🤖 AI Summary
Existing unsupervised anomaly detection methods are, in practice, semi-supervised: they rely on manually curated anomaly-free training sets, introducing human bias and limiting generalization. This work proposes Confident Meta-learning (CoMet), the first framework enabling truly unsupervised end-to-end learning directly on raw data containing unknown anomalies. CoMet integrates Soft Confident Learning with Meta-Learning: it suppresses noisy samples via confidence-weighted loss and enhances robustness through meta-validation loss covariance regularization. The framework is model-agnostic, fully differentiable, and compatible with mainstream backbone architectures. Extensive experiments on MVTec-AD, VIADUCT, and KSDD2 benchmarks demonstrate significant improvements over state-of-the-art methods—achieving new performance records across multiple metrics.
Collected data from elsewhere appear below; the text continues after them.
/// The result of one analysis under one graph.
#[derive(Debug, Clone, Serialize)]
pub struct Analysis {
    /// Exposure column.
    pub exposure: String,
    /// Outcome column.
    pub outcome: String,
    /// ATE, ATT or ATC.
    pub estimand: Estimand,
    /// Strategy and set used.
    pub identification: Identified,
    /// Rows used and dropped.
    pub sample: crate::data::Sample,
    /// How the rows were sampled: clusters (absent when the rows are
    /// independent).
    #[serde(skip_serializing_if = "Option::is_none")]
    pub design: Option<StudyDesign>,
    /// One item per method.
    pub estimates: Vec<Item>,
    /// Propensity, weight and balance diagnostics (binary exposure with an
    /// adjustment set).
    pub diagnostics: Option<Diagnostics>,
    /// Per-level diagnostics of a categorical exposure.
    #[serde(skip_serializing_if = "Option::is_none")]
    pub level_diagnostics: Option<Vec<LevelDiagnostics>>,
    /// Weight diagnostics of a continuous exposure.
    #[serde(skip_serializing_if = "Option::is_none")]
    pub dose_diagnostics: Option<DoseDiagnostics>,
    /// E-value and robustness value.
    pub sensitivity: SensitivityBlock,
    /// Everything the reader should know.
    pub warnings: Vec<String>,
    /// Details for the text report and figures.
    #[serde(skip)]
    pub details: SensitivityDetails,
    /// Which value of a two-valued exposure is exposed (coded 1), and why.
    #[serde(skip_serializing_if = "Option::is_none")]
    pub exposure_coding: Option<ExposureCoding>,
    /// The outcome is binary.
    #[serde(skip)]
    pub binary_outcome: bool,
    /// Binary, categorical or continuous exposure.
    #[serde(skip)]
    pub kind: ExposureKind,
    /// How each method was carried out, in words.
    #[serde(skip)]
    pub notes: Vec<String>,
    /// The graph's implications tested on the data (with `--check`).
    #[serde(skip_serializing_if = "Option::is_none")]
    pub check: Option<CheckSummary>,
    /// Dose-response curves (continuous exposure), one per method (and,
    /// with subgroups, per method and level).
    #[serde(skip_serializing_if = "Vec::is_empty")]
    pub curves: Vec<Curve>,
    /// The subgroup column's levels (with `subgroup`).
    #[serde(skip_serializing_if = "Option::is_none")]
    pub subgroups: Option<Subgroups>,
    /// Per method, the test that the effect is the same in every
    /// subgroup.
    #[serde(skip_serializing_if = "Vec::is_empty")]
    pub heterogeneity: Vec<estimate::Heterogeneity>,
    /// How each method was described for a methods paragraph, in order.
    #[serde(skip)]
    pub methods_sentences: Vec<String>,
    /// Terms of the outcome model (the complete-data degrees of freedom of
    /// multiple imputation are the used rows minus these).
    #[serde(skip)]
    pub model_terms: usize,
    /// The follow-up of a time-to-event outcome.
    #[serde(skip_serializing_if = "Option::is_none")]
    pub survival: Option<crate::survival::Survival>,
}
Crucially, CoMet exhibits strong robustness to varying proportions of anomalies in training data, confirming its practical viability in real-world scenarios where clean normal data cannot be guaranteed.
📝 Abstract
So-called unsupervised anomaly detection is better described as semi-supervised, as it assumes all training data are nominal. This assumption simplifies training but requires manual data curation, introducing bias and limiting adaptability. We propose Confident Meta-learning (CoMet), a novel training strategy that enables deep anomaly detection models to learn from uncurated datasets where nominal and anomalous samples coexist, eliminating the need for explicit filtering. Our approach integrates Soft Confident Learning, which assigns lower weights to low-confidence samples, and Meta-Learning, which stabilizes training by regularizing updates based on training validation loss covariance. This prevents overfitting and enhances robustness to noisy data. CoMet is model-agnostic and can be applied to any anomaly detection method trainable via gradient descent. Experiments on MVTec-AD, VIADUCT, and KSDD2 with two state-of-the-art models demonstrate the effectiveness of our approach, consistently improving over the baseline methods, remaining insensitive to anomalies in the training set, and setting a new state-of-the-art across all datasets.